Your task is to transcribe the data in full.
--- RECORD EXCERPTS Enclosed Below ---
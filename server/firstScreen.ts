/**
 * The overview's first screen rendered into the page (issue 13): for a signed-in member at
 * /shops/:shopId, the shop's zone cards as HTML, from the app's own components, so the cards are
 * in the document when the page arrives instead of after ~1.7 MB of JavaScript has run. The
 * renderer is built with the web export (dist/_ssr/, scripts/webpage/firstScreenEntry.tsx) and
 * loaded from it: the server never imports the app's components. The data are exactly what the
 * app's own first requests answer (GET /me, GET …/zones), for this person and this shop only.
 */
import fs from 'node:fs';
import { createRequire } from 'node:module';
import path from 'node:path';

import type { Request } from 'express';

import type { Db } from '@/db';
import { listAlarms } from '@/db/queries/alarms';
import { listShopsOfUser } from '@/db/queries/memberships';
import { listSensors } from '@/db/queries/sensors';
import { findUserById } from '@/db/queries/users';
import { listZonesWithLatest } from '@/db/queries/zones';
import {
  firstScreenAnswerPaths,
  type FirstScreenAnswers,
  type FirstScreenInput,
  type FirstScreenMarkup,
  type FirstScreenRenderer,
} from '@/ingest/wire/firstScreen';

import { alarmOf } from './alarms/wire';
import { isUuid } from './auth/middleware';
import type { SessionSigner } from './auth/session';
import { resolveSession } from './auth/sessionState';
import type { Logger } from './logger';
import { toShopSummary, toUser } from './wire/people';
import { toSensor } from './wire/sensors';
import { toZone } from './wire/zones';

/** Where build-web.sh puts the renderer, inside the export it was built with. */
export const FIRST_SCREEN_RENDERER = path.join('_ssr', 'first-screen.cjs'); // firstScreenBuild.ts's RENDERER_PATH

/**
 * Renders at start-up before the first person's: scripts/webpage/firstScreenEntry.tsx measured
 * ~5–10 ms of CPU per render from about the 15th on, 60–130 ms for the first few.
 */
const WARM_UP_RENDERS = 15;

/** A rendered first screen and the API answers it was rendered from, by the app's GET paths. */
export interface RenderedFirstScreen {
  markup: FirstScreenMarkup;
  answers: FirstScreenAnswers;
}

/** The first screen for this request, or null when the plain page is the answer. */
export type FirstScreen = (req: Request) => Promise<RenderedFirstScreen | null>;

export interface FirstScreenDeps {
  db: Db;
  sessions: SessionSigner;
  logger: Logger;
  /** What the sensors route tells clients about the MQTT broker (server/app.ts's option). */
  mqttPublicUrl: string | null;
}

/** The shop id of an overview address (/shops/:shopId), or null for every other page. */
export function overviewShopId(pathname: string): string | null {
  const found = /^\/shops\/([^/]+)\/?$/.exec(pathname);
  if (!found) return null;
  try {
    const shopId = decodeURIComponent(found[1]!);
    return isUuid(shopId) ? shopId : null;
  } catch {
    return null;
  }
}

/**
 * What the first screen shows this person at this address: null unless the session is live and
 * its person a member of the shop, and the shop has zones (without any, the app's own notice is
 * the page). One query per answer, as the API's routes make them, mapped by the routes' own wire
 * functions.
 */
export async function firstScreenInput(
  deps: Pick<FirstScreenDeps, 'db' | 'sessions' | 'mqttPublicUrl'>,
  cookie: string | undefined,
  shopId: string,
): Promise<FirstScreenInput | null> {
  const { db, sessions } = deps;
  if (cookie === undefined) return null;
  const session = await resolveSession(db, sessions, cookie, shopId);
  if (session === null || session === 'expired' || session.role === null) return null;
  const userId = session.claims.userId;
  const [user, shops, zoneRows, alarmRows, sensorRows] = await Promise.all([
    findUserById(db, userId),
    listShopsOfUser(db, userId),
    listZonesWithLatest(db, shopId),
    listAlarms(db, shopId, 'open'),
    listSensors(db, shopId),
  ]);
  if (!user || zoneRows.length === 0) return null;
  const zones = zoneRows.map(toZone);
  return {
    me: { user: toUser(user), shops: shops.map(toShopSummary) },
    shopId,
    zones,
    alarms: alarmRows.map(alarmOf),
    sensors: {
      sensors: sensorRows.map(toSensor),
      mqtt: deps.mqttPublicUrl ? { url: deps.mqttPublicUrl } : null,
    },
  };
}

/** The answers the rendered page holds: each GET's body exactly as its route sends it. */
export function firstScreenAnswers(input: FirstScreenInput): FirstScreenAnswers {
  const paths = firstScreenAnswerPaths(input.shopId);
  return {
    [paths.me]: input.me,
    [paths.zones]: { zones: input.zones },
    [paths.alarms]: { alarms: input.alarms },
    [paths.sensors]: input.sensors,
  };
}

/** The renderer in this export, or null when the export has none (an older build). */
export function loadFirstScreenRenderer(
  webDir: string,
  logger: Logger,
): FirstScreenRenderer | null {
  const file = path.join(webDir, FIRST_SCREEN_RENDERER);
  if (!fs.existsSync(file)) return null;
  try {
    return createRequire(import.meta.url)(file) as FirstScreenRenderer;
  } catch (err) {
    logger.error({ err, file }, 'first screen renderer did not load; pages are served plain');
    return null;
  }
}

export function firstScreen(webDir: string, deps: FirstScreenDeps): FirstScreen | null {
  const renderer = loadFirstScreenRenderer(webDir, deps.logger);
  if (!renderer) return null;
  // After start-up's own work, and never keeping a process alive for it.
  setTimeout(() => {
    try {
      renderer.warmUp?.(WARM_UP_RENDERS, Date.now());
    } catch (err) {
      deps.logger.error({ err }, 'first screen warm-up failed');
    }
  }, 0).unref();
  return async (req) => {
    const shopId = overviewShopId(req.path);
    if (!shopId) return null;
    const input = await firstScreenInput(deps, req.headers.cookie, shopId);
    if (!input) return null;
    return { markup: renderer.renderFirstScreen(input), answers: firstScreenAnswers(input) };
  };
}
--- End of Enclosed RECORD EXCERPTS ---
YOUR SOLUTION
filename server/firstScreen.ts
/**
 * The overview's first screen rendered into the page (issue 13): for a signed-in member at
 * /shops/:shopId, the shop's zone cards as HTML, from the app's own components, so the cards are
 * in the document when the page arrives instead of after ~1.7 MB of JavaScript has run. The
 * renderer is built with the web export (dist/_ssr/, scripts/webpage/firstScreenEntry.tsx) and
 * loaded from it: the server never imports the app's components. The data are exactly what the
 * app's own first requests answer (GET /me, GET …/zones), for this person and this shop only.
 */
import fs from 'node:fs';
import { createRequire } from 'node:module';
import path from 'node:path';

import type { Request } from 'express';

import type { Db } from '@/db';
import { listAlarms } from '@/db/queries/alarms';
import { listShopsOfUser } from '@/db/queries/memberships';
import { listSensors } from '@/db/queries/sensors';
import { findUserById } from '@/db/queries/users';
import { listZonesWithLatest } from '@/db/queries/zones';
import {
  firstScreenAnswerPaths,
  type FirstScreenAnswers,
  type FirstScreenInput,
  type FirstScreenMarkup,
  type FirstScreenRenderer,
} from '@/ingest/wire/firstScreen';

import { alarmOf } from './alarms/wire';
import { isUuid } from './auth/middleware';
import type { SessionSigner } from './auth/session';
import { resolveSession } from './auth/sessionState';
import type { Logger } from './logger';
import { toShopSummary, toUser } from './wire/people';
import { toSensor } from './wire/sensors';
import { toZone } from './wire/zones';

/** Where build-web.sh puts the renderer, inside the export it was built with. */
export const FIRST_SCREEN_RENDERER = path.join('_ssr', 'first-screen.cjs'); // firstScreenBuild.ts's RENDERER_PATH

/**
 * Renders at start-up before the first person's: scripts/webpage/firstScreenEntry.tsx measured
 * ~5–10 ms of CPU per render from about the 15th on, 60–130 ms for the first few.
 */
const WARM_UP_RENDERS = 15;

/** A rendered first screen and the API answers it was rendered from, by the app's GET paths. */
export interface RenderedFirstScreen {
  markup: FirstScreenMarkup;
  answers: FirstScreenAnswers;
}

/** The first screen for this request, or null when the plain page is the answer. */
export type FirstScreen = (req: Request) => Promise<RenderedFirstScreen | null>;

export interface FirstScreenDeps {
  db: Db;
  sessions: SessionSigner;
  logger: Logger;
  /** What the sensors route tells clients about the MQTT broker (server/app.ts's option). */
  mqttPublicUrl: string | null;
}

/** The shop id of an overview address (/shops/:shopId), or null for every other page. */
export function overviewShopId(pathname: string): string | null {
  const found = /^\/shops\/([^/]+)\/?$/.exec(pathname);
  if (!found) return null;
  try {
    const shopId = decodeURIComponent(found[1]!);
    return isUuid(shopId) ? shopId : null;
  } catch {
    return null;
  }
}

/**
 * What the first screen shows this person at this address: null unless the session is live and
 * its person a member of the shop, and the shop has zones (without any, the app's own notice is
 * the page). One query per answer, as the API's routes make them, mapped by the routes' own wire
 * functions.
 */
export async function firstScreenInput(
  deps: Pick<FirstScreenDeps, 'db' | 'sessions' | 'mqttPublicUrl'>,
  cookie: string | undefined,
  shopId: string,
): Promise<FirstScreenInput | null> {
  const { db, sessions } = deps;
  if (cookie === undefined) return null;
  const session = await resolveSession(db, sessions, cookie, shopId);
  if (session === null || session === 'expired' || session.role === null) return null;
  const userId = session.claims.userId;
  const [user, shops, zoneRows, alarmRows, sensorRows] = await Promise.all([
    findUserById(db, userId),
    listShopsOfUser(db, userId),
    listZonesWithLatest(db, shopId),
    listAlarms(db, shopId, 'open'),
    listSensors(db, shopId),
  ]);
  if (!user || zoneRows.length === 0) return null;
  const zones = zoneRows.map(toZone);
  return {
    me: { user: toUser(user), shops: shops.map(toShopSummary) },
    shopId,
    zones,
    alarms: alarmRows.map(alarmOf),
    sensors: {
      sensors: sensorRows.map(toSensor),
      mqtt: deps.mqttPublicUrl ? { url: deps.mqttPublicUrl } : null,
    },
  };
}

/** The answers the rendered page holds: each GET's body exactly as its route sends it. */
export function firstScreenAnswers(input: FirstScreenInput): FirstScreenAnswers {
  const paths = firstScreenAnswerPaths(input.shopId);
  return {
    [paths.me]: input.me,
    [paths.zones]: { zones: input.zones },
    [paths.alarms]: { alarms: input.alarms },
    [paths.sensors]: input.sensors,
  };
}

/** The renderer in this export, or null when the export has none (an older build). */
export function loadFirstScreenRenderer(
  webDir: string,
  logger: Logger,
): FirstScreenRenderer | null {
  const file = path.join(webDir, FIRST_SCREEN_RENDERER);
  if (!fs.existsSync(file)) return null;
  try {
    return createRequire(import.meta.url)(file) as FirstScreenRenderer;
  } catch (err) {
    logger.error({ err, file }, 'first screen renderer did not load; pages are served plain');
    return null;
  }
}

export function firstScreen(webDir: string, deps: FirstScreenDeps): FirstScreen | null {
  const renderer = loadFirstScreenRenderer(webDir, deps.logger);
  if (!renderer) return null;
  // After start-up's own work, and never keeping a process alive for it.
  setTimeout(() => {
    try {
      renderer.warmUp?.(WARM_UP_RENDERS, Date.now());
    } catch (err) {
      deps.logger.error({ err }, 'first screen warm-up failed');
    }
  }, 0).unref();
  return async (req) => {
    const shopId = overviewShopId(req.path);
    if (!shopId) return null;
    const input = await firstScreenInput(deps, req.headers.cookie, shopId);
    if (!input) return null;
    return { markup: renderer.renderFirstScreen(input), answers: firstScreenAnswers(input) };
  };
}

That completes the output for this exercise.